Please return every line below that contains the string "initial".

# [Data supplied]
☆ ☆ ☆
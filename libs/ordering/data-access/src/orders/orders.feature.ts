import { createFeature, createReducer, createSelector, on } from '@ngrx/store';
import type { OrderDetail, OrderListItem } from '@seamwright/ordering/contracts';
import type { Problem } from '@seamwright/shared/contracts';
import { failed, idle, loaded, loading, type Remote } from '@seamwright/shared/data-access';
import { OrderListPageActions, OrderPageActions, OrdersApiActions, type OrderSearch } from './orders.actions';

export interface OrdersState {
  readonly search: OrderSearch;
  readonly list: Remote<readonly OrderListItem[]>;
  readonly nextCursor: string | null;
  readonly orderId: string | null;
  readonly order: Remote<OrderDetail>;
  readonly cancelling: Deed;
  /** Another card is being asked to be held. */
  readonly paying: Deed;
}

interface Deed {
  readonly running: boolean;
  readonly problem: Problem | null;
}

const still: Deed = { running: false, problem: null };
const running: Deed = { running: true, problem: null };

const initial: OrdersState = {
  search: { deliveryDay: null, state: null, customerId: null },
  list: idle(),
  nextCursor: null,
  orderId: null,
  order: idle(),
  cancelling: still,
  paying: still,
};

const same = (one: OrderSearch, other: OrderSearch): boolean =>
  one.deliveryDay === other.deliveryDay && one.state === other.state && one.customerId === other.customerId;

/** Orders, newest first, and the one that is open. */
export const ordersFeature = createFeature({
  name: 'orders',
  reducer: createReducer(
    initial,
    on(OrderListPageActions.opened, (state, { search }): OrdersState => ({
      ...state,
      search,
      list: loading(same(search, state.search) ? state.list : idle()),
      nextCursor: null,
    })),
    on(OrderListPageActions.moreWanted, (state): OrdersState => ({ ...state, list: loading(state.list) })),
    on(OrdersApiActions.listLoaded, (state, { items, nextCursor, first }): OrdersState => ({
      ...state,
      list: loaded(first ? items : [...(state.list.data ?? []), ...items]),
      nextCursor,
    })),
    on(OrdersApiActions.listFailed, (state, { problem }): OrdersState => ({
      ...state,
      list: failed(state.list, problem),
    })),
    on(OrderPageActions.opened, (state, { orderId }): OrdersState => ({
      ...state,
      orderId,
      order: loading(state.orderId === orderId ? state.order : idle()),
      cancelling: still,
      paying: still,
    })),
    on(OrdersApiActions.loaded, (state, { order }): OrdersState =>
      order.id === state.orderId ? { ...state, order: loaded(order) } : state,
    ),
    on(OrdersApiActions.failed, (state, { problem }): OrdersState => ({
      ...state,
      order: failed(state.order, problem),
    })),
    on(OrderPageActions.cancelPressed, (state): OrdersState => ({
      ...state,
      cancelling: running,
    })),
    on(OrdersApiActions.cancelled, (state, { order }): OrdersState => ({
      ...state,
      order: order.id === state.orderId ? loaded(order) : state.order,
      cancelling: still,
    })),
    on(OrdersApiActions.cancelFailed, (state, { problem }): OrdersState => ({
      ...state,
      cancelling: { running: false, problem },
    })),
    on(OrderPageActions.otherCardChosen, (state): OrdersState => ({ ...state, paying: running })),
    on(OrdersApiActions.cardAsked, (state, { order }): OrdersState => ({
      ...state,
      order: order.id === state.orderId ? loaded(order) : state.order,
      paying: still,
    })),
    on(OrdersApiActions.cardFailed, (state, { problem }): OrdersState => ({
      ...state,
      paying: { running: false, problem },
    })),
  ),
  extraSelectors: ({ selectNextCursor }) => ({
    selectHasMore: createSelector(selectNextCursor, (cursor) => cursor !== null),
  }),
});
☆ ☆ ☆
# [Solution for this problem]
const initial: OrdersState = {
    initial,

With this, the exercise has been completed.